● **TASK BRIEF**:
Please reproduce the data below exactly, from the first line through the line containing "it against node:crypto).", and leave every later line out.

● **DATA**:

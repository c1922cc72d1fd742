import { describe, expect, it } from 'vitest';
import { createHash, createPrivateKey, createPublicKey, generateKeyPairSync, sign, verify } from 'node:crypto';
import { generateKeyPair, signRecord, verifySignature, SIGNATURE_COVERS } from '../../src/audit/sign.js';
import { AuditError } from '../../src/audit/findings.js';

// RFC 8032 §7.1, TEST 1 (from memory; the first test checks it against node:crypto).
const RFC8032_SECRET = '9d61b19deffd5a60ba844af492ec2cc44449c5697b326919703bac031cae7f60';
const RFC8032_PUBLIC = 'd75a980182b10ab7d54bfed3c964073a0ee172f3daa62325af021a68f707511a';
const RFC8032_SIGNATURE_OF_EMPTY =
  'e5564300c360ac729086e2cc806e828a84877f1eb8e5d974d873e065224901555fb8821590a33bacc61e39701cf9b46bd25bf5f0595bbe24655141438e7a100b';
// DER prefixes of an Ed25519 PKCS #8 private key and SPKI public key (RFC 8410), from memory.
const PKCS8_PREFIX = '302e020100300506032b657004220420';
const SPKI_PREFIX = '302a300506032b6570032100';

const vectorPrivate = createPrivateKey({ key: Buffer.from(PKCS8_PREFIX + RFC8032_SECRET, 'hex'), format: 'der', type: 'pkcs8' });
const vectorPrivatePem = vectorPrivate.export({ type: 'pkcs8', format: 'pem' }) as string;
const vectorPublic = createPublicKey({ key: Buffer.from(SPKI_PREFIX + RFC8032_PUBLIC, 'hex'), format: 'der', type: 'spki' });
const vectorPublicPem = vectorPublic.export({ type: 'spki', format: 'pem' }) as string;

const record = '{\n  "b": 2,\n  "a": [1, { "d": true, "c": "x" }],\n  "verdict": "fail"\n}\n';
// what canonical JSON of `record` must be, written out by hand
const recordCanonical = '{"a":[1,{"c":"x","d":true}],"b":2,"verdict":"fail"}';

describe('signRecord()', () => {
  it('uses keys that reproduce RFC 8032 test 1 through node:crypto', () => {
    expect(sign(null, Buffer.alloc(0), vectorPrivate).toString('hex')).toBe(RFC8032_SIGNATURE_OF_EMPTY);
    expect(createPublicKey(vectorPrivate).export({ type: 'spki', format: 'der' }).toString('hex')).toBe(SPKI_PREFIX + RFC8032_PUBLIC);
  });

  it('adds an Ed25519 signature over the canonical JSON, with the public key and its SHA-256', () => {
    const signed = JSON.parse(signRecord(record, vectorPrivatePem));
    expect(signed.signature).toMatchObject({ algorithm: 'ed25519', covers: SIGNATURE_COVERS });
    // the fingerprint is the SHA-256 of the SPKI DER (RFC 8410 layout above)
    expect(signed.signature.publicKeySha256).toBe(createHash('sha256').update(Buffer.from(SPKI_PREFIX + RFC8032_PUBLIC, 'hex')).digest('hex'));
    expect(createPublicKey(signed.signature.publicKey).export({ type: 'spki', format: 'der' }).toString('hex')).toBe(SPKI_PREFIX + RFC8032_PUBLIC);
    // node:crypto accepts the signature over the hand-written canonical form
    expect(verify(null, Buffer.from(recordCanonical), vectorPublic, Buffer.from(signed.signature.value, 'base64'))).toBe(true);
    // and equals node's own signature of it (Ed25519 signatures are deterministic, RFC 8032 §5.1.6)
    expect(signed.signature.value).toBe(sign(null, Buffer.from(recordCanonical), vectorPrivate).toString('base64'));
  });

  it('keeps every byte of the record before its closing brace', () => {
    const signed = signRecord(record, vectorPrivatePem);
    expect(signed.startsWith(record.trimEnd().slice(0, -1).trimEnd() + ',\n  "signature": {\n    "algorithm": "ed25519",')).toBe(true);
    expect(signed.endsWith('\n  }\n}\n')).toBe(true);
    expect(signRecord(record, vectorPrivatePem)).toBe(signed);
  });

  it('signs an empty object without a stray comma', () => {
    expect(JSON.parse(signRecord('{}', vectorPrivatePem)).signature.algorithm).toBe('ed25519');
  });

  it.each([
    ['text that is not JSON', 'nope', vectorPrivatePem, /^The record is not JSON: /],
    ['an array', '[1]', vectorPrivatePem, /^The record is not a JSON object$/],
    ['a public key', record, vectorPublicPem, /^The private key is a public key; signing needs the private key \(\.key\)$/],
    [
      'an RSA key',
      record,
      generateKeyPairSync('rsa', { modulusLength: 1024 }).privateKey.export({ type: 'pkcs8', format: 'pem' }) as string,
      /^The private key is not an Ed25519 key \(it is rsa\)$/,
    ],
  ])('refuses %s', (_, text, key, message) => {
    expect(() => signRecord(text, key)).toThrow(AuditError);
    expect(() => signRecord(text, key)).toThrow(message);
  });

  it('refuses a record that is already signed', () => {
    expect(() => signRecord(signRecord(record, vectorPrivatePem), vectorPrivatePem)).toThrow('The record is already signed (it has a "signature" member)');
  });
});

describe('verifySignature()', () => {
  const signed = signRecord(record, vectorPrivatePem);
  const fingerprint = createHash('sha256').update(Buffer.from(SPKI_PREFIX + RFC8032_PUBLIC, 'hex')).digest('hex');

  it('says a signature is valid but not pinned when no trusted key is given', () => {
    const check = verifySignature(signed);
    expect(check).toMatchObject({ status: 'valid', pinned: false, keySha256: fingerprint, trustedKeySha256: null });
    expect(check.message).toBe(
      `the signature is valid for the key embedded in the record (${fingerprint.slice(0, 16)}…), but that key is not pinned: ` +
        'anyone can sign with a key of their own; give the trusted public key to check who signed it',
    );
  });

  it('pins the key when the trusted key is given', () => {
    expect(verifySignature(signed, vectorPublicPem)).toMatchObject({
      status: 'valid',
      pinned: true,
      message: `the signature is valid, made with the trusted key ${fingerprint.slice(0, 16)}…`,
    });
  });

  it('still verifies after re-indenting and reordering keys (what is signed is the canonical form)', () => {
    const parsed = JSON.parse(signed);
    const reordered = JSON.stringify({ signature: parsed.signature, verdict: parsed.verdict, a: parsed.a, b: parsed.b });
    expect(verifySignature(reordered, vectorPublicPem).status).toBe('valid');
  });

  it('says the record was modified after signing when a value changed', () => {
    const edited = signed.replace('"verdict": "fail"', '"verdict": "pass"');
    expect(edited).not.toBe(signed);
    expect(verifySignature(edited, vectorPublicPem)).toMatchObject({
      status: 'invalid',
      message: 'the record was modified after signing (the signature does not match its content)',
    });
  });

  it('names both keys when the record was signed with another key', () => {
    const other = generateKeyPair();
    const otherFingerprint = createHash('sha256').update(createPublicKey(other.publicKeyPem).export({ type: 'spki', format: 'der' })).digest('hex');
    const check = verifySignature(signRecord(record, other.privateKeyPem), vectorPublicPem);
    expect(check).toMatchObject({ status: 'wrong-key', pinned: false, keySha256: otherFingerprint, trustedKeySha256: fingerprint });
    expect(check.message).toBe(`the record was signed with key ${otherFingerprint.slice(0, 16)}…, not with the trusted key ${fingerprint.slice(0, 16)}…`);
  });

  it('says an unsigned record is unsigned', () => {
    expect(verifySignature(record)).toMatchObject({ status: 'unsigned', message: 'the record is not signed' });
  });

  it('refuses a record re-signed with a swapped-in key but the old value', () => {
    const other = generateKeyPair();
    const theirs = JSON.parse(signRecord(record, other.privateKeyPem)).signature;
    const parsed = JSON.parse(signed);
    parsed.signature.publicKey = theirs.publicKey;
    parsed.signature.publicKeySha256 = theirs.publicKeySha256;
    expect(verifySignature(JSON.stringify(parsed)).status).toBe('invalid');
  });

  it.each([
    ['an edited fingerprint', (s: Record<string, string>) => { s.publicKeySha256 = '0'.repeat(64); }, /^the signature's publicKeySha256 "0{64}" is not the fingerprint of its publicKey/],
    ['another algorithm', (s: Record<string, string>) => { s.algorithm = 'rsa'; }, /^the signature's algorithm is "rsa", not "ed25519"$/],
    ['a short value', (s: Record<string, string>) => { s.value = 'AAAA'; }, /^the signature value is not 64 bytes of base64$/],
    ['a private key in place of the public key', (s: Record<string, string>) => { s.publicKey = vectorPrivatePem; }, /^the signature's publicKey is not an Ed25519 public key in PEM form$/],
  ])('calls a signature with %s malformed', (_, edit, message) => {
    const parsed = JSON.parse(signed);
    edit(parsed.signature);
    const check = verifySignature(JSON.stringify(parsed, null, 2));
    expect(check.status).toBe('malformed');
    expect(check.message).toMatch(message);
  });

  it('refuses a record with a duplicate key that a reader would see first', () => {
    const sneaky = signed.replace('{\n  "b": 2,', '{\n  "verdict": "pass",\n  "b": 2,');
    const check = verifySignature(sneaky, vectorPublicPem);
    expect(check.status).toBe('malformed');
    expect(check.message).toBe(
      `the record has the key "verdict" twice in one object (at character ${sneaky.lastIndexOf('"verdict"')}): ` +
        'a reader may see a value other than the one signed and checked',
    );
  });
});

● **ANSWER TO THIS TASK**:
repository c1922cc72d1fd742
import { describe, expect, it } from 'vitest';
import { createHash, createPrivateKey, createPublicKey, generateKeyPairSync, sign, verify } from 'node:crypto';
import { generateKeyPair, signRecord, verifySignature, SIGNATURE_COVERS } from '../../src/audit/sign.js';
import { AuditError } from '../../src/audit/findings.js';

// RFC 8032 §7.1, TEST 1 (from memory; the first test checks it against node:crypto).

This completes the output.